> **RECORDS SUPPLIED**:
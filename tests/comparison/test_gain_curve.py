import json
from fractions import Fraction

import numpy as np
import pytest

from wavegen.comparison.gain_curve import GainSettings, gain_curve
from wavegen.comparison.side import SideSettings
from wavegen.files.format import ReadHints
from wavegen.production.subject_files import FilePart

P1DB = 10 / 2 * np.log10(10**0.2 - 1)  # of a Rapp curve, p = 2, over saturation: -1.165 dB


@pytest.fixture
def written(tmp_path):
    def written(name, samples, *, level_dbm=None, loops=True):
        path = tmp_path / f"{name}.cf32_le"
        np.asarray(samples, "<c8").tofile(path)
        hints = ReadHints(sample_rate_hz=Fraction(10**6), reference_level_dbm=level_dbm)
        return SideSettings(subject=str(path), hints=hints, part=FilePart(loops=loops))

    return written


def test_loops_of_one_stimulus(written, noise, rapp):
    samples = noise(1 << 16) * 10 ** (-8 / 20)
    found = gain_curve(
        written("in", samples, level_dbm=-20.0), written("out", rapp(samples), level_dbm=20.0)
    )
    json.dumps(found, allow_nan=False)
    assert found["verdict"] == "differ"
    assert found["input_p1db_dbm"] == pytest.approx(P1DB - 20, abs=0.03)
    assert found["small_signal_gain_db"] == pytest.approx(40, abs=0.01)
    for row in found["gain"]:
        true = 40 - 5 * np.log10(1 + 10 ** ((row["input_dbm"] + 20) / 5))
        assert row["gain_db"] == pytest.approx(true, abs=0.01)
        assert row["low_db"] == row["high_db"] == row["gain_db"]
        assert row["input_dbm"] - row["input_db"] == pytest.approx(found["input"]["mean_dbm"])
    assert found["aligned"]["correlation"] > 0.95
    # -ln of the share is the level over the mean.
    over = -np.log(found["over_p1db"]["share"])
    assert 10 * np.log10(over) == pytest.approx(P1DB + 8, abs=0.15)


def test_the_rule_of_thumb_is_corrected_by_the_mean(written, noise, rapp):
    samples = noise(1 << 18) * 10 ** (-8 / 20)
    found = gain_curve(written("in", samples), written("out", rapp(samples)))
    rule = found["rule_of_thumb"]
    row = next(row for row in found["levels"] if row["probability"] == 1e-4)
    level_db = 10 * np.log10(np.mean(np.abs(samples) ** 2)) + row["input_over_mean_db"]
    assert rule["corrected_db"] == pytest.approx(-5 * np.log10(1 + 10 ** (level_db / 5)), abs=0.02)
    assert rule["change_db"] == pytest.approx(
        rule["corrected_db"] + rule["mean_compression_db"], abs=1e-3
    )
    means = [10 * np.log10(np.mean(np.abs(x) ** 2)) for x in (samples, rapp(samples))]
    assert rule["mean_compression_db"] == pytest.approx(means[0] - means[1], abs=0.01)


def test_a_linear_device_matches(written, noise):
    samples = noise(1 << 14)
    found = gain_curve(written("in", samples), written("out", samples / 3))
    assert found["verdict"] == "match"
    assert found["input_p1db_db"] is None
    assert found["compression"] == []
    assert found["rapp"] is None
    assert found["expansion"] is None


def test_expansion_is_shown_as_such(written, noise):
    samples = noise(1 << 16) * 10 ** (-10 / 20)
    found = gain_curve(
        written("in", samples), written("out", samples * (1 + 0.3 * np.abs(samples) ** 2))
    )
    assert found["expansion"]["gain_db"] > 0.5
    assert "expands" in found["statement"]


def test_different_captures_have_intervals(written, noise, rapp):
    # Down to 1 %, or 2^16 samples would leave the verdict open.
    captures = [noise(1 << 16) * 10 ** (-5 / 20) for _ in range(2)]
    found = gain_curve(
        written("in", captures[0], loops=False),
        written("out", rapp(captures[1]), loops=False),
        GainSettings(down_to=0.01),
    )
    assert found["verdict"] == "differ"
    assert found["aligned"] is None
    (point, *_) = found["compression"]
    assert point["low"] < point["input"] < point["high"]
    assert point["low"] < P1DB + 5 < point["high"]
    assert all(row["low_db"] < row["gain_db"] < row["high_db"] for row in found["gain"])


def test_mismatched_units_are_told(written, noise):
    samples = noise(1 << 14)
    found = gain_curve(written("in", samples, level_dbm=-10.0), written("out", samples))
    assert any("one side is in dBm" in row["text"] for row in found["warnings"])
    assert found["gain_is"].startswith("over the gain at low levels")
    assert "input_p1db_dbm" in found


def test_the_model_is_written(written, noise, rapp, tmp_path):
    samples = noise(1 << 16) * 0.4
    path = tmp_path / "device.csv"
    found = gain_curve(
        written("in", samples), written("out", 5 * rapp(samples)), GainSettings(model=path)
    )
    assert found["model"] == str(path)
    rows = [line for line in path.read_text().splitlines() if not line.startswith("#")]
    assert rows[0] == "input_dbm,output_dbm,phase_deg"
    values = np.array([[float(cell) for cell in line.split(",")] for line in rows[1:]])
    # Relative: 0 dBm is the mean input, and the gain at low levels is 0 dB.
    assert values[0, 1] - values[0, 0] == pytest.approx(0, abs=0.01)
    at_mean = np.interp(0.0, values[:, 0], values[:, 1])
    assert at_mean == pytest.approx(-5 * np.log10(1 + 0.16**2), abs=0.02)


def test_two_curves_by_points(tmp_path):
    """Points of a law, and of the law behind a Rapp curve over its new mean."""
    share = np.logspace(-0.02, -6, 300)
    power = -np.log(share) * 0.16
    output = power / (1 + power**2) ** 0.5
    means = [np.trapezoid(item[::-1], share[::-1]) for item in (power, output)]
    paths = []
    for name, item, mean in zip(("in", "out"), (power, output), means, strict=True):
        rows = [f"{10 * np.log10(p / mean):.5f},{q:.9g}" for p, q in zip(item, share, strict=True)]
        paths.append(tmp_path / f"{name}.csv")
        paths[-1].write_text("level_db,ccdf\n" + "\n".join(rows) + "\n")
    found = gain_curve(*(SideSettings(subject=str(path)) for path in paths))
    assert found["input_p1db_db"] == pytest.approx(P1DB + 10 * np.log10(1 / 0.16), abs=0.05)
    rule = found["rule_of_thumb"]
    # The mean of a Rapp curve's output by numbers, 0.058 dB down.
    assert rule["mean_compression_db"] == pytest.approx(
        10 * np.log10(means[0] / means[1]), abs=0.02
    )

> **ASSIGNMENT**: Your task is to transcribe the listing above in full, exactly as given.

> **EXERCISE ANSWER**:
filename tests/comparison/test_gain_curve.py
import json
from fractions import Fraction

import numpy as np
import pytest

from wavegen.comparison.gain_curve import GainSettings, gain_curve
from wavegen.comparison.side import SideSettings
from wavegen.files.format import ReadHints
from wavegen.production.subject_files import FilePart

P1DB = 10 / 2 * np.log10(10**0.2 - 1)  # of a Rapp curve, p = 2, over saturation: -1.165 dB


@pytest.fixture
def written(tmp_path):
    def written(name, samples, *, level_dbm=None, loops=True):
        path = tmp_path / f"{name}.cf32_le"
        np.asarray(samples, "<c8").tofile(path)
        hints = ReadHints(sample_rate_hz=Fraction(10**6), reference_level_dbm=level_dbm)
        return SideSettings(subject=str(path), hints=hints, part=FilePart(loops=loops))

    return written


def test_loops_of_one_stimulus(written, noise, rapp):
    samples = noise(1 << 16) * 10 ** (-8 / 20)
    found = gain_curve(
        written("in", samples, level_dbm=-20.0), written("out", rapp(samples), level_dbm=20.0)
    )
    json.dumps(found, allow_nan=False)
    assert found["verdict"] == "differ"
    assert found["input_p1db_dbm"] == pytest.approx(P1DB - 20, abs=0.03)
    assert found["small_signal_gain_db"] == pytest.approx(40, abs=0.01)
    for row in found["gain"]:
        true = 40 - 5 * np.log10(1 + 10 ** ((row["input_dbm"] + 20) / 5))
        assert row["gain_db"] == pytest.approx(true, abs=0.01)
        assert row["low_db"] == row["high_db"] == row["gain_db"]
        assert row["input_dbm"] - row["input_db"] == pytest.approx(found["input"]["mean_dbm"])
    assert found["aligned"]["correlation"] > 0.95
    # -ln of the share is the level over the mean.
    over = -np.log(found["over_p1db"]["share"])
    assert 10 * np.log10(over) == pytest.approx(P1DB + 8, abs=0.15)


def test_the_rule_of_thumb_is_corrected_by_the_mean(written, noise, rapp):
    samples = noise(1 << 18) * 10 ** (-8 / 20)
    found = gain_curve(written("in", samples), written("out", rapp(samples)))
    rule = found["rule_of_thumb"]
    row = next(row for row in found["levels"] if row["probability"] == 1e-4)
    level_db = 10 * np.log10(np.mean(np.abs(samples) ** 2)) + row["input_over_mean_db"]
    assert rule["corrected_db"] == pytest.approx(-5 * np.log10(1 + 10 ** (level_db / 5)), abs=0.02)
    assert rule["change_db"] == pytest.approx(
        rule["corrected_db"] + rule["mean_compression_db"], abs=1e-3
    )
    means = [10 * np.log10(np.mean(np.abs(x) ** 2)) for x in (samples, rapp(samples))]
    assert rule["mean_compression_db"] == pytest.approx(means[0] - means[1], abs=0.01)


def test_a_linear_device_matches(written, noise):
    samples = noise(1 << 14)
    found = gain_curve(written("in", samples), written("out", samples / 3))
    assert found["verdict"] == "match"
    assert found["input_p1db_db"] is None
    assert found["compression"] == []
    assert found["rapp"] is None
    assert found["expansion"] is None


def test_expansion_is_shown_as_such(written, noise):
    samples = noise(1 << 16) * 10 ** (-10 / 20)
    found = gain_curve(
        written("in", samples), written("out", samples * (1 + 0.3 * np.abs(samples) ** 2))
    )
    assert found["expansion"]["gain_db"] > 0.5
    assert "expands" in found["statement"]


def test_different_captures_have_intervals(written, noise, rapp):
    # Down to 1 %, or 2^16 samples would leave the verdict open.
    captures = [noise(1 << 16) * 10 ** (-5 / 20) for _ in range(2)]
    found = gain_curve(
        written("in", captures[0], loops=False),
        written("out", rapp(captures[1]), loops=False),
        GainSettings(down_to=0.01),
    )
    assert found["verdict"] == "differ"
    assert found["aligned"] is None
    (point, *_) = found["compression"]
    assert point["low"] < point["input"] < point["high"]
    assert point["low"] < P1DB + 5 < point["high"]
    assert all(row["low_db"] < row["gain_db"] < row["high_db"] for row in found["gain"])


def test_mismatched_units_are_told(written, noise):
    samples = noise(1 << 14)
    found = gain_curve(written("in", samples, level_dbm=-10.0), written("out", samples))
    assert any("one side is in dBm" in row["text"] for row in found["warnings"])
    assert found["gain_is"].startswith("over the gain at low levels")
    assert "input_p1db_dbm" in found


def test_the_model_is_written(written, noise, rapp, tmp_path):
    samples = noise(1 << 16) * 0.4
    path = tmp_path / "device.csv"
    found = gain_curve(
        written("in", samples), written("out", 5 * rapp(samples)), GainSettings(model=path)
    )
    assert found["model"] == str(path)
    rows = [line for line in path.read_text().splitlines() if not line.startswith("#")]
    assert rows[0] == "input_dbm,output_dbm,phase_deg"
    values = np.array([[float(cell) for cell in line.split(",")] for line in rows[1:]])
    # Relative: 0 dBm is the mean input, and the gain at low levels is 0 dB.
    assert values[0, 1] - values[0, 0] == pytest.approx(0, abs=0.01)
    at_mean = np.interp(0.0, values[:, 0], values[:, 1])
    assert at_mean == pytest.approx(-5 * np.log10(1 + 0.16**2), abs=0.02)


def test_two_curves_by_points(tmp_path):
    """Points of a law, and of the law behind a Rapp curve over its new mean."""
    share = np.logspace(-0.02, -6, 300)
    power = -np.log(share) * 0.16
    output = power / (1 + power**2) ** 0.5
    means = [np.trapezoid(item[::-1], share[::-1]) for item in (power, output)]
    paths = []
    for name, item, mean in zip(("in", "out"), (power, output), means, strict=True):
        rows = [f"{10 * np.log10(p / mean):.5f},{q:.9g}" for p, q in zip(item, share, strict=True)]
        paths.append(tmp_path / f"{name}.csv")
        paths[-1].write_text("level_db,ccdf\n" + "\n".join(rows) + "\n")
    found = gain_curve(*(SideSettings(subject=str(path)) for path in paths))
    assert found["input_p1db_db"] == pytest.approx(P1DB + 10 * np.log10(1 / 0.16), abs=0.05)
    rule = found["rule_of_thumb"]
    # The mean of a Rapp curve's output by numbers, 0.058 dB down.
    assert rule["mean_compression_db"] == pytest.approx(
        10 * np.log10(means[0] / means[1]), abs=0.02
    )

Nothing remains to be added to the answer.